#include "archive/probe_client.h"

#include <fmt/format.h>
#include <signal.h>

#include <span>
#include <utility>
#include <vector>

#include "archive/child.h"
#include "archive/probe_protocol.h"
#include "archive/structure_codec.h"
#include "archive/verify.h"
#include "base/limits.h"

namespace bentlight::archive {

namespace {

bool is_fault_of_the_installation(int exit_code) {
  return exit_code == probe_exit::no_file || exit_code == probe_exit::no_library ||
         exit_code == probe_exit::no_cage || exit_code == probe_exit::not_started;
}

/// Why a child that should have answered did not.
Expected<void> judged(const ChildEnd& end) {
  const auto seconds = limits::probe_seconds.count();
  if (end.out_of_time || end.signal == SIGXCPU) {
    return failure(ErrorCode::damaged_file,
                   fmt::format("the parser did not come to an end within {} s", seconds));
  }
  if (end.out_of_output) {
    return failure(ErrorCode::too_large, fmt::format("the file's structure takes more than {} MiB",
                                                     limits::probe_reply_bytes / limits::mebi));
  }
  if (end.signal != 0) {
    return failure(ErrorCode::damaged_file, fmt::format("the parser died by signal {}", end.signal));
  }
  if (is_fault_of_the_installation(end.exit_code)) {
    return failure(ErrorCode::io_error,
                   fmt::format("the probe could not do its work (exit code {})", end.exit_code));
  }
  if (end.exit_code != 0) {
    return failure(ErrorCode::damaged_file,
                   fmt::format("the parser broke off (exit code {})", end.exit_code));
  }
  return {};
}

/// A file in one state: opened and stamped, and asked about. `Read` makes the answer of the reply's bytes and
/// the stamp.
template <class Read>
auto asked(const std::filesystem::path& program,
           const FileSystem& files,
           const std::filesystem::path& path,
           std::vector<std::string> question,
           const Read& read) -> decltype(read(std::span<const std::byte>(), FileStamp())) {
  const auto file = files.open(path);
  if (!file) return failure(file);
  const auto before = (*file)->stamp();
  if (!before) return failure(before);
  const auto end = run_child({.program = program,
                              .arguments = std::move(question),
                              .file_descriptor = (*file)->descriptor(),
                              .file_descriptor_there = probe_file_descriptor,
                              .time_limit = limits::probe_seconds,
                              .output_limit_bytes = limits::probe_reply_bytes});
  if (!end) return failure(end);
  const auto after = (*file)->stamp();
  if (!after) return failure(after);
  // Before the child is judged: a file that is being rewritten may well look damaged.
  if (*after != *before)
    return failure(ErrorCode::file_changed, "the file changed while its structure was read");
  if (const auto judgement = judged(*end); !judgement) return failure(judgement);
  return read(end->output, *before);
}

/// Every failure names the file; what inside the file it is about, the text says.
template <class Result>
Expected<Result> about(const std::filesystem::path& path, Expected<Result> result) {
  if (!result && result.error().code != ErrorCode::io_error) result.error().subject = path.string();
  return result;
}

}  // namespace

Expected<WavefrontFile> ProbeClient::read_structure(const FileSystem& files,
                                                    const std::filesystem::path& file,
                                                    const Layout& layout) const {
  const auto read = [](std::span<const std::byte> reply, const FileStamp& stamp) -> Expected<WavefrontFile> {
    auto structure = structure_from_reply(reply);
    if (!structure) return structure;
    structure->identity.stamp = stamp;
    if (const auto verified = verify(*structure); !verified) return failure(verified);
    return structure;
  };
  return about(file, asked(program_, files, file, {"structure", to_json(layout).dump()}, read));
}

Expected<std::string> ProbeClient::describe(const FileSystem& files,
                                            const std::filesystem::path& file) const {
  const auto read = [](std::span<const std::byte> reply, const FileStamp&) { return tree_from_reply(reply); };
  return about(file, asked(program_, files, file, {"describe"}, read));
}

}  // namespace bentlight::archive
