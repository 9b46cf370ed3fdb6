// Bytes into frames: positioned reads by the frame map, decoding, and gathering of an aperture's points.
#pragma once

#include <cstddef>
#include <memory>
#include <vector>

#include "archive/frame_decode.h"
#include "archive/frame_gather.h"
#include "archive/wavefront_file.h"
#include "base/error.h"
#include "base/file.h"
#include "optics/aperture.h"
#include "optics/frame_block.h"

namespace bentlight::archive {

/// Reads frames of one view.
///
///   threads  safe from any thread, each with a Scratch of its own
class FrameReader {
 public:
  /// Memory that one thread reuses from call to call.
  struct Scratch {
    std::vector<std::byte> stored;
    DecodeScratch decode;
    std::vector<std::byte> elements;
    std::vector<RowSegment> segments;
    GatherState gather;
  };

  /// Opens `path` for reading by `map`.
  ///
  ///   errors  file_missing, permission_denied; file_changed when the file is not in the state of `identity`
  static Expected<FrameReader> open(const FileSystem& files,
                                    const std::filesystem::path& path,
                                    FrameMap map,
                                    const FileIdentity& identity);

  std::size_t frames() const { return static_cast<std::size_t>(map_.frames()); }

  /// How many frames are best read at once: whole chunks, or pieces that stay inside a core's cache. Ranges
  /// that start at a multiple of it decode no chunk twice.
  std::size_t natural_frames() const;

  /// Bytes of the file that a range touches, as stored, for plans and progress.
  std::uint64_t stored_bytes(optics::FrameRange range) const;

  /// Memory that a Scratch and a block of `range.count` frames take.
  std::size_t memory_bytes(std::size_t frames, std::size_t points) const;

  /// Fills `block` with the aperture's points of `range`. A frame's shift is its value at its first point or,
  /// when that is not finite, at some point that is; a frame with none has shift 0.
  ///
  ///   needs   a range within frames(), an aperture on the map's grid
  ///   errors  damaged_file (a chunk does not decode, or fails its checksum), file_changed, io_error
  ///   throws  std::invalid_argument when a need is not met
  Expected<void> read(optics::FrameRange range,
                      const optics::Aperture& aperture,
                      optics::FrameBlock& block,
                      Scratch& scratch) const;

  /// Says whether the file is still the one that was indexed; asked after the last read of an answer, so that
  /// a file rewritten meanwhile cannot slip in.
  ///
  ///   errors  file_changed
  Expected<void> verify_unchanged() const;

 private:
  FrameReader(std::unique_ptr<ReadFile> file, FrameMap map, FileStamp stamp);

  std::unique_ptr<ReadFile> file_;
  FrameMap map_;
  FileStamp stamp_;
};

}  // namespace bentlight::archive
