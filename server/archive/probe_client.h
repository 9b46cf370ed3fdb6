// Asking the probe, the caged second program, what a foreign file holds.
#pragma once

#include <filesystem>
#include <string>

#include "archive/wavefront_file.h"
#include "base/error.h"
#include "base/file.h"

namespace bentlight::archive {

/// Starts the probe on files. The file is opened here and handed over as a descriptor; the child can open
/// nothing.
///
///   threads  safe from any thread; each call has a child of its own
class ProbeClient {
 public:
  /// `program` is the path of bentlight-probe.
  explicit ProbeClient(std::filesystem::path program) : program_(std::move(program)) {}

  /// The structure of a wavefront file, every number verified against the file's size.
  ///
  ///   errors  not_hdf5, damaged_file (also: the child died or ran out of its limits), layout_mismatch,
  ///           unsupported_storage, unsafe_file (external links or storage), too_large, file_missing,
  ///           permission_denied, file_changed when the file changed meanwhile. The text names the reason.
  Expected<WavefrontFile> read_structure(const FileSystem& files,
                                         const std::filesystem::path& file,
                                         const Layout& layout) const;

  /// The file's whole tree as JSON text, for `bentlight inspect`: groups, datasets with shape, type, storage
  /// and filters, attributes.
  Expected<std::string> describe(const FileSystem& files, const std::filesystem::path& file) const;

 private:
  std::filesystem::path program_;
};

}  // namespace bentlight::archive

### What you need to do
Nothing in the listing should be left out; repeat it exactly.

### Task response
#include "archive/probe_client.h"

#include <fmt/format.h>
#include <signal.h>

#include <span>
#include <utility>
#include <vector>

#include "archive/child.h"
#include "archive/probe_protocol.h"
#include "archive/structure_codec.h"
#include "archive/verify.h"
#include "base/limits.h"

namespace bentlight::archive {

namespace {

bool is_fault_of_the_installation(int exit_code) {
  return exit_code == probe_exit::no_file || exit_code == probe_exit::no_library ||
         exit_code == probe_exit::no_cage || exit_code == probe_exit::not_started;
}

/// Why a child that should have answered did not.
Expected<void> judged(const ChildEnd& end) {
  const auto seconds = limits::probe_seconds.count();
  if (end.out_of_time || end.signal == SIGXCPU) {
    return failure(ErrorCode::damaged_file,
                   fmt::format("the parser did not come to an end within {} s", seconds));
  }
  if (end.out_of_output) {
    return failure(ErrorCode::too_large, fmt::format("the file's structure takes more than {} MiB",
                                                     limits::probe_reply_bytes / limits::mebi));
  }
  if (end.signal != 0) {
    return failure(ErrorCode::damaged_file, fmt::format("the parser died by signal {}", end.signal));
  }
  if (is_fault_of_the_installation(end.exit_code)) {
    return failure(ErrorCode::io_error,
                   fmt::format("the probe could not do its work (exit code {})", end.exit_code));
  }
  if (end.exit_code != 0) {
    return failure(ErrorCode::damaged_file,
                   fmt::format("the parser broke off (exit code {})", end.exit_code));
  }
  return {};
}

/// A file in one state: opened and stamped, and asked about. `Read` makes the answer of the reply's bytes and
/// the stamp.
template <class Read>
auto asked(const std::filesystem::path& program,
           const FileSystem& files,
           const std::filesystem::path& path,
           std::vector<std::string> question,
           const Read& read) -> decltype(read(std::span<const std::byte>(), FileStamp())) {
  const auto file = files.open(path);
  if (!file) return failure(file);
  const auto before = (*file)->stamp();
  if (!before) return failure(before);
  const auto end = run_child({.program = program,
                              .arguments = std::move(question),
                              .file_descriptor = (*file)->descriptor(),
                              .file_descriptor_there = probe_file_descriptor,
                              .time_limit = limits::probe_seconds,
                              .output_limit_bytes = limits::probe_reply_bytes});
  if (!end) return failure(end);
  const auto after = (*file)->stamp();
  if (!after) return failure(after);
  // Before the child is judged: a file that is being rewritten may well look damaged.
  if (*after != *before)
    return failure(ErrorCode::file_changed, "the file changed while its structure was read");
  if (const auto judgement = judged(*end); !judgement) return failure(judgement);
  return read(end->output, *before);
}

/// Every failure names the file; what inside the file it is about, the text says.
template <class Result>
Expected<Result> about(const std::filesystem::path& path, Expected<Result> result) {
  if (!result && result.error().code != ErrorCode::io_error) result.error().subject = path.string();
  return result;
}

}  // namespace

Expected<WavefrontFile> ProbeClient::read_structure(const FileSystem& files,
                                                    const std::filesystem::path& file,
                                                    const Layout& layout) const {
  const auto read = [](std::span<const std::byte> reply, const FileStamp& stamp) -> Expected<WavefrontFile> {
    auto structure = structure_from_reply(reply);
    if (!structure) return structure;
    structure->identity.stamp = stamp;
    if (const auto verified = verify(*structure); !verified) return failure(verified);
    return structure;
  };
  return about(file, asked(program_, files, file, {"structure", to_json(layout).dump()}, read));
}

Expected<std::string> ProbeClient::describe(const FileSystem& files,
                                            const std::filesystem::path& file) const {
  const auto read = [](std::span<const std::byte> reply, const FileStamp&) { return tree_from_reply(reply); };
  return about(file, asked(program_, files, file, {"describe"}, read));
}

}  // namespace bentlight::archive
repository 9b46cf370ed3fdb6
// Bytes into frames: positioned reads by the frame map, decoding, and gathering of an aperture's points.
#pragma once

#include <cstddef>
#include <memory>
#include <vector>

#include "archive/frame_decode.h"
#include "archive/frame_gather.h"
#include "archive/wavefront_file.h"
#include "base/error.h"
#include "base/file.h"
#include "optics/aperture.h"
#include "optics/frame_block.h"

namespace bentlight::archive {

/// Reads frames of one view.
///
///   threads  safe from any thread, each with a Scratch of its own
class FrameReader {
 public:
  /// Memory that one thread reuses from call to call.
  struct Scratch {
    std::vector<std::byte> stored;
    DecodeScratch decode;
    std::vector<std::byte> elements;
    std::vector<RowSegment> segments;
    GatherState gather;
  };

  /// Opens `path` for reading by `map`.
  ///
  ///   errors  file_missing, permission_denied; file_changed when the file is not in the state of `identity`
  static Expected<FrameReader> open(const FileSystem& files,
                                    const std::filesystem::path& path,
                                    FrameMap map,
                                    const FileIdentity& identity);

  std::size_t frames() const { return static_cast<std::size_t>(map_.frames()); }

  /// How many frames are best read at once: whole chunks, or pieces that stay inside a core's cache. Ranges
  /// that start at a multiple of it decode no chunk twice.
  std::size_t natural_frames() const;

  /// Bytes of the file that a range touches, as stored, for plans and progress.
  std::uint64_t stored_bytes(optics::FrameRange range) const;

  /// Memory that a Scratch and a block of `range.count` frames take.
  std::size_t memory_bytes(std::size_t frames, std::size_t points) const;

  /// Fills `block` with the aperture's points of `range`. A frame's shift is its value at its first point or,
  /// when that is not finite, at some point that is; a frame with none has shift 0.
  ///
  ///   needs   a range within frames(), an aperture on the map's grid
  ///   errors  damaged_file (a chunk does not decode, or fails its checksum), file_changed, io_error
  ///   throws  std::invalid_argument when a need is not met
  Expected<void> read(optics::FrameRange range,
                      const optics::Aperture& aperture,
                      optics::FrameBlock& block,
                      Scratch& scratch) const;

  /// Says whether the file is still the one that was indexed; asked after the last read of an answer, so that
  /// a file rewritten meanwhile cannot slip in.
  ///
  ///   errors  file_changed
  Expected<void> verify_unchanged() const;

 private:
  FrameReader(std::unique_ptr<ReadFile> file, FrameMap map, FileStamp stamp);

  std::unique_ptr<ReadFile> file_;
  FrameMap map_;
  FileStamp stamp_;
};

}  // namespace bentlight::archive
filename server/archive/probe_client.h
repository 9b46cf370ed3fdb6
// Asking the probe, the caged second program, what a foreign file holds.
#pragma once

#include <filesystem>
#include <string>

#include "archive/wavefront_file.h"
#include "base/error.h"
#include "base/file.h"

namespace bentlight::archive {

/// Starts the probe on files. The file is opened here and handed over as a descriptor; the child can open
/// nothing.
///
///   threads  safe from any thread; each call has a child of its own
class ProbeClient {
 public:
  /// `program` is the path of bentlight-probe.
  explicit ProbeClient(std::filesystem::path program) : program_(std::move(program)) {}

  /// The structure of a wavefront file, every number verified against the file's size.
  ///
  ///   errors  not_hdf5, damaged_file (also: the child died or ran out of its limits), layout_mismatch,
  ///           unsupported_storage, unsafe_file (external links or storage), too_large, file_missing,
  ///           permission_denied, file_changed when the file changed meanwhile. The text names the reason.
  Expected<WavefrontFile> read_structure(const FileSystem& files,
                                         const std::filesystem::path& file,
                                         const Layout& layout) const;

  /// The file's whole tree as JSON text, for `bentlight inspect`: groups, datasets with shape, type, storage
  /// and filters, attributes.
  Expected<std::string> describe(const FileSystem& files, const std::filesystem::path& file) const;

 private:
  std::filesystem::path program_;
};

}  // namespace bentlight::archive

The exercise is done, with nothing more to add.